Old habits are indeed difficult to break however, many of these screening procedures have resulted in people being subjected to emotional and physical trauma in some cases because of the diagnostic process.  In other cases such as prostate, companies are still selling their treatments for a gradually dwindling group of patients who are continuing to treat the “what if ” disease.

The idea in medicine has always been to do no harm and to use procedures when the benefits outweigh the risks.  Check out this interesting discussion in the NY Times.

With Cancer Screening, Better Safe Than Sorry?

By JANE E. BRODY JULY 17, 2017

Doctors and medical organizations often advise that past a certain age, older adults can forgo various screening tests for cancer. But many patients, no matter how old or sick they may be, are reluctant to abandon tests they’ve long been told can be lifesaving.

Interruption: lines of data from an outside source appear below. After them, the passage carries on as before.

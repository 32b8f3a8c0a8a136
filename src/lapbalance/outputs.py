"""Output safety: atomic writers, output folders lapbalance owns, and one-line path faults.

Rules (README "Output folders and files"):

* **Files** are written to a temporary file beside the target and renamed into place
  (``os.replace`` is atomic on one filesystem): a reader never sees half a file.
* **Output folders** belong to lapbalance only if lapbalance made them: every folder it fills
  holds a manifest (:data:`MANIFEST`) listing the files it wrote. ``--force`` replaces such a
  folder's listed files and nothing else; a folder holding anything lapbalance did not write
  is refused (with or without ``--force``), naming what is in it.
* **Reservation**: a run takes the folder at its start with an exclusive lock file
  (:data:`LOCK`, ``O_CREAT|O_EXCL``, holding the run's pid), so a second run on the same
  folder is refused at once, and an unwritable folder fails before any lap is run. The new
  files are staged in a hidden folder inside it (:data:`STAGING_PREFIX` + pid) and renamed
  into place only when all of them are complete; an interrupted run leaves the old results
  as they were. The lock and staging folder of a run that was killed (its pid is gone) are
  cleared by the next run.
* **Single output files** (``report --out``, ``tunnel --out``, ``track --map``): a file that
  exists is replaced only with ``--force`` (the user names that exact file), never when it is
  one of the run's own inputs, and never when it is a folder. They are reserved with a lock
  file beside them (``.NAME.lapbalance-lock``) the same way.
* **Path faults** (read-only disk, disk full, permission, a file where a folder should be...)
  become one :class:`~lapbalance.errors.InputError` line naming the path, what failed and the
  fix (:func:`os_error_line`), and leave nothing behind.
"""

from __future__ import annotations

import csv
import errno
import io
import json
import os
import re
import shutil
import socket
import tempfile
import time
from collections.abc import Iterable, Mapping, Sequence
from contextlib import contextmanager
from pathlib import Path

from lapbalance.errors import InputError, clip

#: Manifest inside every output folder lapbalance fills: the files it wrote there.
MANIFEST = ".lapbalance-manifest.json"
#: Lock file held inside an output folder while a run writes it (holds the run's pid).
LOCK = ".lapbalance.lock"
#: Prefix of the hidden staging folder (inside the output folder) of a running write.
STAGING_PREFIX = ".lapbalance-staging-"
#: Marker of folders written by ``lapbalance demo`` before manifests existed.
LEGACY_DEMO_MARKER = ".lapbalance-demo"
_OWN_NAMES = (MANIFEST, LOCK, LEGACY_DEMO_MARKER)


def _umask() -> int:
    mask = os.umask(0)
    os.umask(mask)
    return mask


def _default_mode(directory: bool = False) -> int:
    """Mode a plain ``open()``/``mkdir()`` would give (0666/0777 minus the umask); temporary
    files are created private and get this mode before they are renamed into place."""
    return (0o777 if directory else 0o666) & ~_umask()


# --------------------------------------------------------------------------------------------
# OS errors -> one line
# --------------------------------------------------------------------------------------------

_FIX = {
    errno.ENOSPC: "free some space or choose a folder on another disk",
    errno.EDQUOT: "free some space or choose another folder",
    errno.EROFS: "choose a folder on a writable disk",
    errno.EACCES: "choose a folder you can write to or fix its permissions",
    errno.EPERM: "choose a folder you can write to or fix its permissions",
    errno.ENOTDIR: "a part of the path is a file, not a folder; check the path",
    errno.EISDIR: "it is a folder; give a file name",
    errno.ENAMETOOLONG: "give a shorter path",
    errno.ENOENT: "a folder on the way does not exist; check the path",
    errno.EEXIST: "something else is already there; choose another name",
    errno.ELOOP: "the path loops through symbolic links; check the path",
    errno.EMFILE: "close other programs and retry",
    errno.EIO: "check the disk",
    errno.EXDEV: "choose a folder on one disk",
    errno.ENOTEMPTY: "choose an empty or new folder",
}


def os_error_line(e: OSError, what: str = "write", path: str | Path | None = None) -> str:
    """One line for an OS error on a path: ``PATH: cannot WHAT (reason); fix``.

    Lock, staging and temporary names are reported as the output the user named.
    """
    where = path if path is not None else (e.filename if e.filename is not None else "")
    where = _user_path(str(where))
    reason = (e.strerror or type(e).__name__).lower()
    fix = _FIX.get(e.errno, "check the path and the disk")
    where = clip(where, 160)
    return f"{where}: cannot {what} ({reason}); {fix}" if where else \
        f"cannot {what} ({reason}); {fix}"


def _user_path(where: str) -> str:
    """The output path the user gave, for a lock/staging/temporary path below it."""
    p = Path(where)
    parts = p.parts
    for i, part in enumerate(parts):
        if part in (LOCK, MANIFEST) or part.startswith(STAGING_PREFIX):
            return str(Path(*parts[:i])) if i else "."
    name = p.name
    if name.startswith(".") and name.endswith(".lapbalance-lock"):
        return str(p.with_name(name[1:-len(".lapbalance-lock")]))
    if name.startswith(".") and name.endswith(".tmp") and name.count(".") >= 3:
        return str(p.with_name(name[1:].rsplit(".", 2)[0]))
    return where


def os_input_error(e: OSError, what: str = "write", path: str | Path | None = None,
                   option: str | None = None) -> InputError:
    """An :class:`InputError` (one line, exit 2) for an OS error on an output path."""
    return InputError(os_error_line(e, what, path), option)


# --------------------------------------------------------------------------------------------
# atomic single files
# --------------------------------------------------------------------------------------------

To be sure, among my close circle of septuagenarian friends, none of us have stopped getting annual mammograms, even though I, having previously had breast cancer, am likely to be the only one among them for whom the potential benefit might conceivably outweigh the risks.

I’ve met people with no known risk for colorectal cancer who continue to get colonoscopies well past the age of established recommendations. Not to mention the countless men at low risk for prostate cancer who continue to get PSA tests, often at the suggestion of their doctors, when the best evidence says that for such men the test can result in more harm than good.